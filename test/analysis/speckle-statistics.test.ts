/**
 * Outside checks of the speckle statistics the band levels and their uncertainty rest on.
 */
import {describe, expect, it} from 'vitest';
import {bandRows, measureBands} from '../../src/analysis/band-levels.js';
import {logLevelMap} from '../../src/analysis/level-map.js';
import {maskNonSpeckle} from '../../src/analysis/speckle-mask.js';
import {
	cellsForHalfWidth,
	logMeanBiasDb,
	logSpeckleSdDb,
	rayleighAmplitudeSnr,
	t95,
} from '../../src/speckle/speckle-statistics.js';
import {mulberry32} from '../../src/simulate/seeded-random.js';
import {speckleFrame} from '../helpers/speckle-frame.js';
import {scenarioPlan} from '../helpers/refine-scenario.js';
import {computeCurve} from '../../src/engine/compensation-curve.js';
import {settingsOfFit} from '../../src/analysis/applied-gain.js';

describe('speckle constants', () => {
	it('Rayleigh amplitude mean/SD is 1.913 (Wagner, Smith, Sandrik & Lopez 1983, from memory)', () => {
		expect(rayleighAmplitudeSnr).toBeCloseTo(1.913, 3);
	});
	it('SD of log-compressed speckle is 5.57 dB at any level (Kaplan & Ma 1994, from memory)', () => {
		expect(logSpeckleSdDb).toBeCloseTo(5.57, 2);
	});
	it('mean of dB less dB of the mean intensity is −10γ/ln10 = −2.507 dB (exponential intensity, Burckhardt 1978)', () => {
		expect(logMeanBiasDb).toBeCloseTo(-2.507, 3);
	});
	it('cells for a band mean within ±0.25 / ±0.5 / ±1 dB at 95 %: 1907 / 477 / 119 (shared method notes, C33)', () => {
		expect(Math.round(cellsForHalfWidth(0.25))).toBe(1907);
		expect(Math.round(cellsForHalfWidth(0.5))).toBe(477);
		expect(Math.round(cellsForHalfWidth(1))).toBe(119);
	});
	it('Student t 97.5 % quantiles match the printed tables (2.571 at 5, 2.262 at 9, 2.228 at 10, 2.086 at 20; from memory)', () => {
		expect(t95(5)).toBeCloseTo(2.571, 1);
		expect(t95(9)).toBeCloseTo(2.262, 2);
		expect(t95(10)).toBeCloseTo(2.228, 2);
		expect(t95(20)).toBeCloseTo(2.086, 2);
	});
});

describe('the same constants measured on simulated speckle', () => {
	it('a simulated Rayleigh field shows amplitude SNR 1.91 and dB SD 5.57 (Wagner 1983; Kaplan & Ma 1994)', () => {
		const rnd = mulberry32(42);
		const n = 200_000;
		let a1 = 0;
		let a2 = 0;
		let d1 = 0;
		let d2 = 0;
		for (let i = 0; i < n; i++) {
			const u = Math.max(1e-12, rnd());
			const amp = Math.sqrt(-Math.log(u)); // Rayleigh: intensity exponential
			const db = 20 * Math.log10(amp);
			a1 += amp;
			a2 += amp * amp;
			d1 += db;
			d2 += db * db;
		}
		const am = a1 / n;
		const dm = d1 / n;
		// Tolerances: about 4 standard errors at this sample size.
		expect(am / Math.sqrt(a2 / n - am * am)).toBeCloseTo(1.913, 1);
		expect(Math.sqrt(d2 / n - dm * dm)).toBeGreaterThan(5.57 - 0.04);
		expect(Math.sqrt(d2 / n - dm * dm)).toBeLessThan(5.57 + 0.04);
		expect(dm - 10 * Math.log10(a2 / n)).toBeCloseTo(-2.507, 1);
	});

	it('band-mean SD predicted from the counted cells matches the spread over 30 independent frames (shared notes C34: within ~15 %)', () => {
		const plan = scenarioPlan({noiseBudgetDb: 150});
		const applied = settingsOfFit(computeCurve(plan).fit);
		const map = logLevelMap(60);
		const levels: number[][] = [];
		const predicted: number[][] = [];
		for (let s = 0; s < 30; s++) {
			const {frame, region} = speckleFrame({plan, truth: plan, applied, seed: 500 + s, widthPx: 120, cmPerPixel: 0.1});
			const mask = maskNonSpeckle(frame, region, map, 3);
			const bands = measureBands(frame, region, mask, map);
			levels.push(bands.map((b) => b.levelDb));
			predicted.push(bands.map((b) => b.sdDb));
		}
		// Pool the squared deviations over all bands: 16 bands × 29 degrees of freedom.
		let realised = 0;
		let expected = 0;
		let dof = 0;
		for (let b = 0; b < bandRows({columns: [0, 1], rows: [0, 160], topRowCm: 0, cmPerPixel: 0.1}).length; b++) {
			const v = levels.map((l) => l[b]!);
			const m = v.reduce((a, x) => a + x, 0) / v.length;
			realised += v.reduce((a, x) => a + (x - m) ** 2, 0);
			expected += predicted.reduce((a, l) => a + l[b]! ** 2, 0) * ((v.length - 1) / v.length);
			dof += v.length - 1;
		}
		const ratio = Math.sqrt(realised / expected);
		expect(dof).toBeGreaterThan(400);
		expect(ratio).toBeGreaterThan(0.85);
		expect(ratio).toBeLessThan(1.15);
	});
});
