/**
 * Refining without a scanner profile on the realistic simulated scanner (`simulate --kind patient`):
 * its own depth gain, focus and noise are not the plan's assumptions, and its noise sits well above
 * the plan's stated budget, so deep noise could pass as tissue. Each still is written as a file by
 * our own writers (DICOM, and PNG cropped to the tissue region with its pixel scale) and read back.
 *
 * The scenario is invented: the standard adult upper abdomen of the helpers' plan whose liver truly
 * attenuates 0.8 dB/cm/MHz against the plan's 0.5. The truth is the simulator's.
 *
 * What must hold: either the liver's true α0 lies inside the reported 95 % interval, or the output
 * says it cannot tell; and every output names what the uncalibrated assumptions (display range, ramp,
 * noise) can cost.
 */
import {mkdtempSync, rmSync} from 'node:fs';
import {tmpdir} from 'node:os';
import {join} from 'node:path';
import {afterAll, describe, expect, it} from 'vitest';
import {frameFromImage} from '../../src/analysis/frame-from-image.js';
import {refineImage} from '../../src/analysis/refine-image.js';
import {parsePlan} from '../../src/plan/resolve-plan.js';
import {patientImage} from '../../src/simulate/demo-images.js';
import {abdomenPlanJson} from '../helpers/plans.js';
import {writtenAndRead} from '../helpers/patient-still.js';

const dir = mkdtempSync(join(tmpdir(), 'evenecho-uncalibrated-'));
afterAll(() => rmSync(dir, {recursive: true, force: true}));

const parsed = parsePlan(abdomenPlanJson({}, 0.5));
if (!parsed.ok) throw new Error(parsed.errors.join('; '));
const {plan} = parsed.value;
const size = {width: 360, height: 200};

describe('the demo patient refined without a scanner profile', () => {
	const runs = [1, 2, 3, 4, 5, 6].map((seed) => {
		const format = seed % 2 === 0 ? 'dicom' : 'png';
		const set = patientImage(plan, seed, format === 'dicom' ? 'dcm' : 'png', {
			size,
			cyst: seed % 3 === 1,
			brightLine: seed % 3 === 2,
		});
		const {frame, region} = frameFromImage(writtenAndRead(dir, plan.name, set, seed, format).image);
		const a = set.appliedSettings!;
		const out = refineImage({frame, region, plan, applied: {slidersDb: a.sliders, masterGainDb: a.masterGainDb}});
		if (!out.ok) throw new Error(`seed ${seed}: ${out.problem}`);
		return {seed, truth: set.truth['trueAlphaDbPerCmMhz'] as number, out};
	});

	it('either holds the true α0 in its interval or says it cannot tell', () => {
		for (const {seed, truth, out} of runs) {
			const a = out.attenuation;
			if (a) {
				expect(truth, `seed ${seed}`).toBeGreaterThanOrEqual(a.low);
				expect(truth, `seed ${seed}`).toBeLessThanOrEqual(a.high);
			} else {
				expect(out.cannotTell, `seed ${seed}`).toMatch(/cannot tell/);
				expect(out.warnings.find((w) => w.code === 'cannot-tell')?.message).toMatch(/Attenuation not measured/);
			}
		}
	});

	it("judges the noise from the image, not from the plan's budget, and says what that costs", () => {
		for (const {seed, out} of runs) {
			const u = out.uncalibrated!;
			// The simulated scanner's noise meets the echo well above the plan's budget: the image shows it.
			expect(u.imageNoiseBudgetDb, `seed ${seed}`).not.toBeNull();
			expect(u.imageNoiseBudgetDb!, `seed ${seed}`).toBeLessThan(u.planNoiseBudgetDb);
			const w = out.warnings.find((x) => x.code === 'uncalibrated')!.message;
			expect(w.split('. ')[0]).toMatch(
				/logarithmic display, the scanner's own depth gain as the assumed ramp .* and its noise/,
			);
			expect(w).toMatch(/noise level is itself an estimate/);
			// Bands deep in the noise are not used as tissue.
			expect(
				out.bands.filter((b) => b.depthCm > 13).every((b) => !b.usable),
				`seed ${seed}`,
			).toBe(true);
		}
	});
});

-------

Each line from the material above that mentions the word "tmpdir" needs to be copied.

*EXERCISE RESPONSE:*
import {tmpdir} from 'node:os';
const dir = mkdtempSync(join(tmpdir(), 'evenecho-uncalibrated-'));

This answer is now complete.